De COVID-19 en Mycoplasma pneumoniae IgG Combo Rapid Test (Heelbloed/Serum/Plasma) kan worden uitgevoerd met heelbloed (van
Het is belangrijk om te weten of de patiënt een venoonpunctie of vingerstick heeft ondergaan (zoals een venoonpunctie of vingerstick), serum of plasma.
Om Fingerstick volbloedmonsters te verzamelen:
Was de patiënt' s handen met zeep en warm water of maak ze schoon met een alcohol pad.
Masseer de hand zonder de plek van de prik aan te raken door de hand tegen de middelvinger of ringvinger te wrijven.
Punct de huid met een lancet en veeg het eerste teken van bloed weg.
Wrijf de hand zachtjes van pols tot palm tot vinger om een afgeronde druppel bloed over de punctieplaats te vormen.
Voeg het volbloedmonster van Fingerstick aan de test toe met behulp van een capillaire buis:
Het eind van de capillaire buis aanraken van het bloed totdat het tot ongeveer 20uL is gevuld.
Scheid serum of plasma zo snel mogelijk van bloed om hemolyse te voorkomen Gebruik alleen heldere niet-gehemolyseerde monsters.
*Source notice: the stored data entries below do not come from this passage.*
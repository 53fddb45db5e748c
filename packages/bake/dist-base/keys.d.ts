/**
 * Cache keys of a bake: every stage and every file has a key, the SHA-256 of its name, its algorithm
 * version and exactly the inputs it depends on (hash.ts), so a changed option recomputes only what
 * depends on it.
 */
import { type ResolvedRecipe } from './recipe.js';
export { STAGE_VERSIONS } from './version.js';
export interface Keys {
    readonly inputHash: string;
    readonly source: string;
    readonly pyramid: string;
    readonly levels: readonly string[];
    readonly sh: string;
    readonly irradianceCube: string;
    readonly dfg: string;
    readonly specularFile: string;
    readonly irradianceFile: string;
    readonly lutFile: string;
    readonly views: readonly {
        name: string;
        key: string;
        kind: 'mirror' | 'irradiance';
        format: 'hdr' | 'exr';
    }[];
    readonly preview: string;
}
/** Keys of the DFG table and its file: they depend on the table's options only (no input). */
export declare function lutKeys(options: ResolvedRecipe['dfg'], supercompression: ResolvedRecipe['output']['supercompression']): {
    dfg: string;
    lutFile: string;
};
export declare function computeKeys(recipe: ResolvedRecipe, inputHash: string): Keys;
//# sourceMappingURL=keys.d.ts.map/** The error type of the public API: a string code, the file involved (if any) and the reason. */
/** Codes that mean "bad usage or bad input" (CLI exit code 2) rather than a failed bake (exit code 1). */
export const USER_ERROR_CODES = new Set([
    'INVALID_RECIPE', 'INVALID_OPTION', 'INVALID_INPUT', 'UNSUPPORTED_FORMAT', 'LIMIT_EXCEEDED', 'UNSAFE_PATH',
]);
export class LightkilnError extends Error {
    code;
    file;
    constructor(code, message, options = {}) {
        super(message, options.cause === undefined ? undefined : { cause: options.cause });
        this.name = 'LightkilnError';
        this.code = code;
        this.file = options.file;
    }
    /** True for bad usage or bad input (exit code 2), false for a failure of the bake itself. */
    get isUserError() {
        return USER_ERROR_CODES.has(this.code);
    }
}
export function invalidRecipe(message) {
    return new LightkilnError('INVALID_RECIPE', `invalid recipe: ${message}`);
}
export function invalidOption(field, rule, value) {
    return new LightkilnError('INVALID_OPTION', `option "${field}" ${rule} (got ${JSON.stringify(value)})`);
}
export function unsafePath(name, reason) {
    return new LightkilnError('UNSAFE_PATH', `refusing output name "${name}": ${reason}`);
}
export function aborted(cause) {
    return new LightkilnError('ABORTED', 'the bake was aborted', { cause });
}
/** Maps codec, pool and system errors onto LightkilnError, keeping the original as `cause`. */
export function toLightkilnError(error, file) {
    if (error instanceof LightkilnError)
        return error;
    const e = (typeof error === 'object' && error !== null ? error : {});
    const message = typeof e.message === 'string' ? e.message : String(error);
    const code = typeof e.code === 'string' ? e.code : '';
    const opts = { cause: error, ...(typeof e.file === 'string' ? { file: e.file } : file === undefined ? {} : { file }) };
    if (e.name === 'CodecError') {
        if (code === 'LIMIT_EXCEEDED')
            return new LightkilnError('LIMIT_EXCEEDED', message, opts);
        if (code === 'UNSUPPORTED_FORMAT' || code === 'UNSUPPORTED_FEATURE')
            return new LightkilnError('UNSUPPORTED_FORMAT', message, opts);
        return new LightkilnError('INVALID_INPUT', message, opts);
    }
    if (e.name === 'PoolError' && code === 'ABORTED')
        return aborted(error);
    if (code === 'ENOENT' || code === 'EACCES' || code === 'EISDIR' || code === 'ENOTDIR') {
        return new LightkilnError('INVALID_INPUT', file === undefined ? message : `${file}: cannot read (${code})`, opts);
    }
    if (e.name === 'AbortError')
        return aborted(error);
    return new LightkilnError('BAKE_FAILED', message, opts);
}
//# sourceMappingURL=errors.js.map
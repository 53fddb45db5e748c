/** One bake's memoised stage getters over the cache (BakeRun), used by Baker.bake and Baker.lut. */
import type { EntryCache } from './cache/entry.js';
import type { BakeEvent } from './events.js';
import { type Keys } from './keys.js';
import { type ResolvedRecipe } from './recipe.js';
import { type StageContext } from './stages/context.js';
import { type DfgTable } from './stages/dfg.js';
import { type ShResult } from './stages/irradiance.js';
import { type Pyramid } from './stages/pyramid.js';
import { type InputFile, type SanitizeCounts, type SourceImage } from './stages/source.js';
import { type LevelResult } from './stages/specular.js';
export declare function toF32(a: unknown): Float32Array;
/** One bake: memoised stage getters over the cache. */
export declare class BakeRun {
    #private;
    readonly recipe: ResolvedRecipe;
    readonly cache: EntryCache;
    readonly ctx: StageContext;
    readonly timings: Record<string, number>;
    /**
     * A run starts before its input is read (attach() gives it the files and keys): what needs no input,
     * the DFG table, can start first and keep the workers busy while this thread reads and decodes.
     */
    constructor(recipe: ResolvedRecipe, cache: EntryCache, ctx: StageContext);
    attach(inputs: readonly InputFile[], keys: Keys): void;
    get inputs(): readonly InputFile[];
    get keys(): Keys;
    /** Structured events (BakeRunOptions.onEvent), already guarded by the caller. */
    emit: (event: BakeEvent) => void;
    source(): Promise<SourceImage>;
    pyramid(): Promise<{
        pyramid: Pyramid;
        sanitized: SanitizeCounts;
    }>;
    levels(): Promise<LevelResult[]>;
    sh(): Promise<ShResult>;
    irradianceCube(): Promise<Float32Array>;
    dfg(): Promise<DfgTable>;
    /** A finished file from the cache, or built and stored (once per key and run); `meta` carries manifest fragments. */
    file<M>(key: string, build: () => Promise<{
        bytes: Uint8Array;
        meta: M;
    }>): Promise<{
        bytes: Uint8Array;
        meta: M;
        fromCache: boolean;
    }>;
}
/** The DFG table from the cache, or computed (on the pool) and stored. */
export declare function cachedDfg(cache: EntryCache, key: string, options: ResolvedRecipe['dfg'], ctx: StageContext, timed?: (fn: () => Promise<DfgTable>) => Promise<DfgTable>): Promise<DfgTable>;
/** A finished file from the cache, or built, checked against cancellation and stored. */
export declare function cachedFile<M>(cache: EntryCache, key: string, build: () => Promise<{
    bytes: Uint8Array;
    meta: M;
}>, check: () => void): Promise<{
    bytes: Uint8Array;
    meta: M;
    fromCache: boolean;
}>;
export declare function encodeTimed<T>(run: BakeRun, fn: () => T): Promise<T>;
//# sourceMappingURL=run.d.ts.map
De proef dient onmiddellijk na het verzamelen van de monsters te worden uitgevoerd en mag niet langere tijd op kamertemperatuur worden gelaten.Serum- en plasma-monsters mogen maximaal 7 dagen bij 2-8°C worden bewaard.Voor langdurige opslag moeten serum/plasma monsters onder -20°C worden bewaard.Vries geen bloedmonsters in.Volbloed verzameld met de vingerstick dient onmiddellijk te worden getest.
Voor het testen moeten de bevroren monsters volledig ontdooid en goed gemengd worden.
mag niet herhaaldelijk worden ingevroren en ontdooid.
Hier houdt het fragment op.